Let's see how the generative framework can model the likelihood of the data and help us develop a semi-supervised classifier.

Unsupervised examples

First, let us consider $\mathbf{x}\in U$. When $\mathbf{y}$ is unknown, we can consider it as a latent variable as well. Both $\mathbf{y}$ and $\mathbf{z}$ assume a prior distribution, given by

\[\begin{split} \mathbf{z} \sim & \mathcal{N}(\mathbf{0},I_K)\\ \mathbf{y} \sim & \mathit{Cat}(\boldsymbol\pi) \end{split}\]

Here, $\boldsymbol\pi$ is a prior multinomial distribution over $\{1, \ldots, C\}$.

In such a case, we can extend the generative setting where data samples $\mathbf{x}$ are assumed to be generated by the conditional $p_\theta(\mathbf{x}| \mathbf{z},\mathbf{y})$ through the relationship

\[ \begin{equation}\label{average}\tag{1} p(\mathbf{x}) = \int p_\theta(\mathbf{x}| \mathbf{z}, \mathbf{y}) p(\mathbf{z})p(\mathbf{y}) \mathrm{d} \mathbf{z} \mathrm{d} \mathbf{y} \end{equation} \]

In principle, the $\theta$ parameter can be chosen to maximize the evidence on $D$, i.e. by optimizing $\log p(\mathbf{x})$. However, this approach is not feasible because it requires averaging over all possible $\mathbf{z}$ pairs. We can approximate the likelihood by sampling a subset of $\mathbf{z}$ latent data points and then averaging over them. Again, this workaround exhibits the drawback that pure random sampling is exposed to high variance. The idea of Variational Autoencoders is to "guide" the sampling by exploiting the evidence: instead of freely choosing $\mathbf{z},\mathbf{y}$, we build a sampler $q_\phi(\mathbf{z},\mathbf{y}|\mathbf{x})$ that tunes the probability of $\mathbf{z},\mathbf{y}$ according to $\mathbf{x}$. In practice, $q_\phi$ encodes the information regarding $\mathbf{x}$ into the most probable $\mathbf{z},\mathbf{y}$ latent variables.

We can factorize the decoder as $q_\phi(\mathbf{z},\mathbf{y}| \mathbf{x}) = q_\varphi(\mathbf{z}|\mathbf{x},\mathbf{y})q_\vartheta(\mathbf{y}|\mathbf{x})$, where

\[\begin{split} q_\varphi(\mathbf{z}|\mathbf{x},\mathbf{y}) \equiv & \mathcal{N}(\mathbf{z}| \boldsymbol\mu_\varphi(\mathbf{x},\mathbf{y}), \boldsymbol\sigma_\varphi(\mathbf{x},\mathbf{y})\cdot I_K)\\ q_\vartheta(\mathbf{y}|\mathbf{x}) \equiv & \mathit{Cat}(\mathbf{y}|\boldsymbol\pi_\vartheta(\mathbf{x})), \end{split}\]

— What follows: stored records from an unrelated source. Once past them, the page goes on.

import Papa from "papaparse";
import { toolsRepository, cursorCodec, SQL_SORTS, type SetElementRow, type SqlSortKey, type ToolListRow, type ToolRow } from "./tools.repository";
import { gatherStatusesAt, statusByTag, statusContext, statusesOfRows, statusOf, type StatusContext, type ToolStatusView } from "./tool-status.service";
import { statusNow } from "./tool-states.sql";
import { changeLifecycle, lockTool, openHold, placeHold, releaseHold } from "./tool-lifecycle.repository";
import { recordAudit } from "../audit/audit.repository";
import { AppError, notFound, refused } from "../../http/errors";
import { recordStoredFile } from "../files/files.repository";
import { getFamilyRow, toFamily } from "../families/families.service";
import { familiesRepository } from "../families/families.repository";
import { TOOL_STATUSES, isUsableStatus } from "../../../shared/tools/tool-status";
import {
  STILL_IN_CALIBRATION,
  TOOL_CSV_COLUMNS,
  type CreateTool,
  type LifecycleChange,
  type SetElement,
  type ToolActionResult,
  type ToolDetail,
  type ToolListQuery,
  type ToolPage,
  type ToolStatusResponse,
  type ToolSummary,
  type UpdateTool,
} from "../../../shared/tools/tools.schemas";
import type { Page } from "../../../shared/common/lists.schemas";
import { addDays, calendarDate } from "../../../shared/common/dates";
import { fromDb, fromDbOrNull, isoOrNull, toDb, toDbOrNull, unknownReference, type RegisterDeps } from "./register.common";
import type { DbOrTx } from "../../db/client";

/** A tool by asset tag, or 404 naming the tag. */
export async function getToolRow(db: DbOrTx, assetTag: string): Promise<ToolRow> {
  const tool = await toolsRepository.findByTag(db, assetTag);
  if (!tool) throw notFound("tool", assetTag);
  return tool;
}

function statusPart(v: ToolStatusView) {
  return {
    status: v.status,
    usable: v.usable,
    usableForAcceptance: v.usableForAcceptance,
    reasons: v.reasons,
    dueAt: v.dueAt,
    daysToDue: v.daysToDue,
    usesRemaining: v.usesRemaining,
    custodian: v.custodian,
  };
}

export function toToolSummary(r: ToolListRow, v: ToolStatusView): ToolSummary {
  const t = r.tool;
  return {
    id: t.id,
    assetTag: t.assetTag,
    description: t.description,
    familyId: t.familyId,
    familyName: r.familyName,
    kind: r.kind,
    unit: t.unit,
    rangeMin: fromDb(t.rangeMin),
    rangeMax: fromDb(t.rangeMax),
    resolution: fromDb(t.resolution),
    serialNumber: t.serialNumber,
    maker: t.maker,
    model: t.model,
    location: t.location,
    ownerType: t.ownerType,
    ownerUserId: t.ownerUserId,
    ownerName: t.ownerName,
    intervalDays: t.intervalDays,
    lifecycle: t.lifecycle,
    calibrationRequired: t.calibrationRequired,
    acceptanceUse: t.acceptanceUse,
    ...statusPart(v),
  };
}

Here, the parameters $\boldsymbol\mu_\varphi(\mathbf{x},\mathbf{y}), \boldsymbol\sigma_\varphi(\mathbf{x},\mathbf{y})$ and $\boldsymbol\pi_\vartheta(\mathbf{x})$ represent neural functions parameterized by $\varphi$ and $\vartheta$, respectively. Again, a PyTorch snippet is given below, where the two encoders are exemplified. Concerning $q_\varphi(\mathbf{z}|\mathbf{x}, \mathbf{y})$, we have:

class Encoder_z(nn.Module):
    def __init__(self, input_size,latent_size):
        super(Decoder, self).__init__()
				
        self.latent_size = latent_size
        
        self.linear_layer = nn.Linear(input_size, 2*latent_size)
        nn.init.xavier_normal_(self.linear_layer.weight)
        
    def _sample_latent(self, mu_q, logvar_q):
        var_q = torch.exp(logvar_q)
        epsilon = torch.randn(var_q.size(),requires_grad=False).to(var_q.device)

        return mu_q + epsilon*var_q
        
    def forward(self, x, y):
      	input = torch.cat([x,y],dim=-1)
        temp_out = self.linear_layer(input)
    
        mu_q = temp_out[:, :self.latent_size]
        logvar_q = temp_out[:, self.latent_size:]

        z = self._sample_latent(mu_q, logvar_q)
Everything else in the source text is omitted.